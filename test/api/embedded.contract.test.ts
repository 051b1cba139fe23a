/** The API contract against the embedded backend (SQLite in a temp dir, two worker threads). */
import { createEmbeddedQueue } from '../../src/backends/embedded/index.js'
import { defineApiContract } from './contract.js'

defineApiContract(async ({ dataDir }) => await createEmbeddedQueue({ dataDir, threads: 2 }))
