/**
 * One vocabulary: every name a table column, a JSON field, a page label or a figure axis
 * uses, with its symbol, unit, meaning, how it is computed and which source defines it.
 * docs/glossary.md and docs/data-dictionary.md are generated from this list
 * (scripts/gen-vocabulary-docs.ts, drift-checked by test/spec/vocabulary.test.ts), and the
 * tests check that every column the service writes and every label the page and the figures
 * show is a term here. A name with `<…>` stands for a family of columns: `<class>` an end
 * state, `<kind>` an ending, `<k>` a mixture component (0 = the target), `<stat>` one of
 * mean, sd, se, `<name>` a theory value (docs/theory.md).
 */
import { END_STATES, ENDINGS } from '../engine/index.js'

export interface Term {
  /** The name as CSV columns and JSON paths spell it (JSON: the same path under a row, `summary.` for measures). */
  name: string
  /** Words for people: what the page and the figures call it. */
  label: string
  symbol: string
  unit: string
  meaning: string
  /** Where it comes from: the spec, the engine (with the file), or a published source. */
  source: string
}

export type TermGroup = 'identity' | 'parameter' | 'derived' | 'setting' | 'point measure' | 'trial measure' | 'series' | 'search'
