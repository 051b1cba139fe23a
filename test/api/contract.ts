/**
 * The API contract, as a function of the queue backend: the same suite runs against the
 * embedded backend (test/api/embedded.contract.test.ts) and against Redis.
 */
import type { QueueFactory } from './helpers/harness.js'
import { errorsContract } from './contract/errors.js'
import { eventsContract } from './contract/events.js'
import { resultsContract } from './contract/results.js'
import { sweepContract } from './contract/sweeps.js'
import { tokensContract } from './contract/tokens.js'
import { operationsContract } from './contract/operations.js'
import { measuresContract } from './contract/measures.js'
import { workflowContract } from './contract/workflow.js'
import { bundleContract } from './contract/bundle.js'
import { callbacksContract } from './contract/callbacks.js'

export type { QueueFactory } from './helpers/harness.js'

export function defineApiContract (factory: QueueFactory): void {
  sweepContract(factory)
  resultsContract(factory)
  eventsContract(factory)
  errorsContract(factory)
  tokensContract(factory)
  operationsContract(factory)
  measuresContract(factory)
  workflowContract(factory)
  bundleContract(factory)
  callbacksContract(factory)
}
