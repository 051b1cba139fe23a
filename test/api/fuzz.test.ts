/**
 * Hostile and malformed bodies at the submit route (fast-check): every answer is a 4xx
 * problem document or a 202 for the rare valid spec, never a 5xx, a hang or a crash; grids
 * over the limits are refused with the limit named, before anything is allocated.
 */
import fc from 'fast-check'
import { afterAll, beforeAll, describe, expect, it } from 'vitest'
import { createEmbeddedQueue } from '../../src/backends/embedded/index.js'
import { createHarness, type Harness } from './helpers/harness.js'

/** Longest a single answer may take before we call it a hang. */
const ANSWER_WITHIN_MS = 5000

let h: Harness

beforeAll(async () => {
  // Tight limits: a fuzzed spec that happens to be valid must stay tiny.
  h = await createHarness(async ({ dataDir }) => await createEmbeddedQueue({ dataDir, threads: 1 }), {
    env: { MAX_NEURONS: '64', MAX_TRIALS: '64', MAX_GRID_POINTS: '16', RATE_LIMIT_MAX: '100000', MAX_ACTIVE_SWEEPS_PER_OWNER: '1000' }
  })
})
afterAll(async () => { await h.close() })

async function submitRaw (payload: string, contentType = 'application/json'): Promise<{ status: number, body: string, type: string }> {
  const answer = h.request({ method: 'POST', url: '/v1/sweeps', payload, headers: { 'content-type': contentType } })
  const timeout = new Promise<never>((_resolve, reject) => setTimeout(() => reject(new Error(`no answer within ${ANSWER_WITHIN_MS} ms`)), ANSWER_WITHIN_MS).unref())
  const res = await Promise.race([answer, timeout])
  return { status: res.statusCode, body: res.body, type: String(res.headers['content-type'] ?? '') }
}

function expectClientAnswer (answer: { status: number, body: string, type: string }): void {
  if (answer.status === 202) return
  expect(answer.status, answer.body).toBeGreaterThanOrEqual(400)
  expect(answer.status, answer.body).toBeLessThan(500)
  expect(answer.type).toMatch(/^application\/problem\+json/)
  const problem = JSON.parse(answer.body)
  expect(problem.status).toBe(answer.status)
  expect(problem.code).toMatch(/^MEMSWEEP_/)
}

/** Values a careless or hostile client might put anywhere. */
const hostileValue: fc.Arbitrary<unknown> = fc.oneof(
  fc.integer({ min: -1e12, max: 1e12 }),
  fc.double({ noNaN: false }),
  fc.constantFrom(0, -0, 1e308, -1e308, 5e-324, 2 ** 53, 2 ** 53 + 2, Number.MAX_VALUE),
  fc.string({ maxLength: 40 }),
  fc.constantFrom(null, true, false, '', '64', 'NaN', 'Infinity'),
  fc.array(fc.integer({ min: -5, max: 5 }), { maxLength: 6 }),
  fc.record({
    from: fc.double(), to: fc.double(), step: fc.double(), count: fc.integer({ min: -10, max: 1e9 }), scale: fc.constantFrom('linear', 'log', 'cubic')
  }, { requiredKeys: [] }),
  fc.record({ values: fc.array(fc.double(), { maxLength: 8 }) }),
  fc.dictionary(fc.string({ maxLength: 8 }), fc.integer(), { maxKeys: 4 })
)

const specKeys = ['version', 'label', 'seed', 'neurons', 'patterns', 'load', 'coding', 'family', 'rule', 'dilution', 'cue', 'dynamics', 'measures', 'successThreshold', 'trials', 'trialsPerNetwork', '__proto__', 'constructor', 'extra'] as const

const specShaped = fc.record(Object.fromEntries(specKeys.map((key) => [key, hostileValue])), { requiredKeys: [] })
const nestedShapes = fc.record({
  neurons: fc.oneof(fc.constant(32), hostileValue),
  patterns: fc.oneof(fc.constant(2), hostileValue),
  trials: fc.oneof(fc.constant(2), hostileValue),
  family: fc.oneof(fc.record({ kind: fc.constantFrom('random', 'correlated', 'supplied', 'other'), activity: hostileValue, parents: hostileValue, parentOverlap: hostileValue, data: fc.array(fc.array(hostileValue, { maxLength: 4 }), { maxLength: 3 }) }, { requiredKeys: ['kind'] }), hostileValue),
  rule: fc.oneof(fc.record({ kind: fc.constantFrom('hebbian', 'pseudo-inverse', 'storkey', 'covariance', 'mystery'), selfCoupling: hostileValue, threshold: hostileValue }, { requiredKeys: ['kind'] }), hostileValue),
  cue: fc.oneof(fc.record({ kind: fc.constantFrom('flip', 'erase', 'random', 'mixture'), fraction: hostileValue, fill: hostileValue, components: hostileValue }, { requiredKeys: ['kind'] }), hostileValue),
  dynamics: fc.oneof(fc.record({ update: fc.constantFrom('sync', 'async-random', 'teleport'), temperature: hostileValue, maxSweeps: hostileValue, burnIn: hostileValue }, { requiredKeys: [] }), hostileValue)
}, { requiredKeys: [] })

describe('fuzzing POST /v1/sweeps', () => {
  it('answers arbitrary JSON with 4xx problem+json (or 202 for a valid tiny spec), never 5xx', async () => {
    await fc.assert(fc.asyncProperty(fc.jsonValue({ maxDepth: 4 }), async (value) => {
      expectClientAnswer(await submitRaw(JSON.stringify(value)))
    }), { numRuns: 150 })
  })

  it('answers spec-shaped hostile objects the same way', async () => {
    await fc.assert(fc.asyncProperty(fc.oneof(specShaped, nestedShapes), async (value) => {
      expectClientAnswer(await submitRaw(JSON.stringify(value)))
    }), { numRuns: 250 })
  })

  it('answers raw text that claims to be JSON with 4xx', async () => {
    await fc.assert(fc.asyncProperty(fc.string({ maxLength: 200 }), async (text) => {
      const answer = await submitRaw(text)
      expect(answer.status).not.toBe(202)
      expectClientAnswer(answer)
    }), { numRuns: 100 })
  })

  it.each([
    ['prototype pollution', '{"__proto__": {"polluted": true}, "neurons": 32, "patterns": 2}'],
    ['constructor pollution', '{"constructor": {"prototype": {"polluted": true}}, "neurons": 32, "patterns": 2}'],
    ['deep nesting', '['.repeat(2000) + ']'.repeat(2000)],
    ['deep nesting inside a field', `{"neurons": 32, "patterns": 2, "family": {"kind": "supplied", "data": ${'['.repeat(1000)}1${']'.repeat(1000)}}}`],
    ['a huge number', '{"neurons": 1e400, "patterns": 2}'],
    ['duplicate keys', '{"neurons": 32, "neurons": 1000000000, "patterns": 2}'],
    ['a long label', JSON.stringify({ neurons: 32, patterns: 2, label: 'r'.repeat(100_000) })],
    ['an empty body', '']
  ])('answers %s with 4xx', async (_name, payload) => {
    const answer = await submitRaw(payload)
    expect(answer.status).not.toBe(202)
    expectClientAnswer(answer)
    expect(({} as Record<string, unknown>).polluted).toBeUndefined()
  })

  it('refuses oversized grids and networks naming the limit, before allocating anything', async () => {
    const before = await h.queue.stats()
    const cases: Array<[unknown, string]> = [
      [{ neurons: 32, patterns: 2, trials: 1, dynamics: { temperature: { from: 0, to: 1, count: 17 } } }, 'maxPoints'],
      [{ neurons: 32, load: { from: 0.05, to: 0.5, count: 4 }, trials: 17 }, 'maxTrials'],
      [{ neurons: 1_000_000, patterns: 2, trials: 1 }, 'maxNeurons']
    ]
    for (const [spec, limit] of cases) {
      const answer = await submitRaw(JSON.stringify(spec))
      expect(answer.status, answer.body).toBe(422)
      const problem = JSON.parse(answer.body)
      expect(problem.code, answer.body).toBe('MEMSWEEP_WORK_LIMIT_EXCEEDED')
      expect(problem.limit.name).toBe(limit)
      expect(problem.detail).toContain(limit)
    }
    // Beyond the format's own ceiling (10^8 points here) the spec layer refuses it and says the ceiling.
    const huge = await submitRaw(JSON.stringify({ neurons: 32, patterns: 2, trials: 1, cue: { kind: 'flip', fraction: { from: 0, to: 1, count: 10_000 } }, dynamics: { temperature: { from: 0, to: 2, count: 10_000 } } }))
    expect(huge.status).toBe(422)
    expect(JSON.parse(huge.body).errors[0].message).toMatch(/at most 100000/)
    const after = await h.queue.stats()
    expect(after.queued + after.running + after.succeeded + after.failed).toBe(before.queued + before.running + before.succeeded + before.failed)
  })
})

----------------

Exercise aim
All lines above that hold the string "anything" should be copied.

Your solution
 * over the limits are refused with the limit named, before anything is allocated.
  it('refuses oversized grids and networks naming the limit, before allocating anything', async () => {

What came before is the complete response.